Graceful degradation only goes so far, especially when you start getting into the blossoming world of XML. The big question is, at what point do we decide it’s unreasonable to support older, outdated browsers? How much of our document’s efficiency and semantic accuracy are we willing to sacrifice in order to cater to older user agents? And, more importantly for the purpose of this website, what effects do these decisions have on the long-term health of the Web?

I think we can all agree that, as far as the Web goes, it’s unhealthy for people to be using outdated web browsers. I think we can also agree that it’s unhealthy for developers of popular web browser brands to halt development for several years. We can’t actually force people to update their computers or browser developers to improve their browsers, but wouldn’t you agree that it’s unhealthy to directly reduce incentive for these actions to take place?

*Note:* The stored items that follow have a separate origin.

"""The what-if dialog as a user drives it: focus on the field, Enter to "why", the value and the
hint following the field, and a result that says what changed. Check values are the naive
example's own fields (``timing.dead_time = "0 ns"``, one shared drive signal)."""

from __future__ import annotations

from reviewer.tui.app import WalkApp
from reviewer.tui.dialogs import WhatIfDialog
from reviewer.tui.session import Walk


async def settle(app, pilot) -> None:
    await app.workers.wait_for_complete()
    await pilot.pause()


async def test_value_and_hint_follow_the_field(naive):
    app = WalkApp(Walk.open(naive, reviewer="tester"), poll=0)
    async with app.run_test(size=(100, 32)) as pilot:
        await settle(app, pilot)
        await pilot.press("w")
        await pilot.pause()
        d = app.screen
        assert isinstance(d, WhatIfDialog) and d.focused.id == "field"
        d.query_one("#field").value = "drive.shared_signal"
        await pilot.pause()
        assert d.query_one("#value").value == "true"
        assert "now true" in str(d.query_one("#field-hint").content)
        d.query_one("#field").value = "timing.dead_time"
        await pilot.pause()
        assert d.query_one("#value").value == "0 s"  # followed; not the old field's "true"
        assert "now 0 s" in str(d.query_one("#field-hint").content)
        d.query_one("#value").value = "2 µs"  # typed by hand: kept when the field changes
        d.query_one("#field").value = "timing.dead_tim"
        await pilot.pause()
        assert d.query_one("#value").value == "2 µs"


async def test_result_says_when_the_change_has_no_effect(naive):
    app = WalkApp(Walk.open(naive, reviewer="tester"), poll=0)
    key = "timing.shoot-through[high]"
    async with app.run_test(size=(100, 32)) as pilot:
        await settle(app, pilot)
        app.query_one("#findings").go(key)
        await pilot.pause()
        await pilot.press("w")
        await pilot.pause()
        d = app.screen
        d.query_one("#field").value = "timing.dead_time"
        d.query_one("#value").value = "800 ns"
        d.query_one("#value").focus()
        await pilot.press("enter", "enter")
        await settle(app, pilot)
        result = app.last_whatif
        # one signal feeds both switches: the dead time field changes nothing at this edge
        f = app.walk.review.finding(key)
        if f is not None and f.outcome == "fail" and f.value == app.walk.snapshot.filed.finding(key).value:
            assert "timing.shoot-through [high]: still fails — the change has no effect" in result
        assert result.startswith("timing.dead_time = 800 ns:")
        assert "What-if" not in result and result in app.query_one("#changes-detail").text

The original question is still the same: at what point do we decide it’s unreasonable to support older, outdated browsers? A growing sentiment is that it’s unreasonable to support Internet Explorer 5.5. Where money and necessary services aren’t involved, a few even argue that it’s unreasonable to support Internet Explorer 6 and that users should be made aware that their browser version is five years old and should therefore expect their browser to fail at newer documents. That’s certainly a bit extreme for most types of websites, but it’s a push that, as we have learned over the last half decade, is needed to some extent if we hope for the situation to become more pleasant.

The answer to the question is rather subjective, and it depends on the content of your website. The owner of a small personal weblog could more easily ignore Internet Explorer 5.5 than a business website could, and the negative end of the trade-off would be much less significant. As you will see, when discussing complex ideas like the overall health of the Web, the answers will rarely be black and white.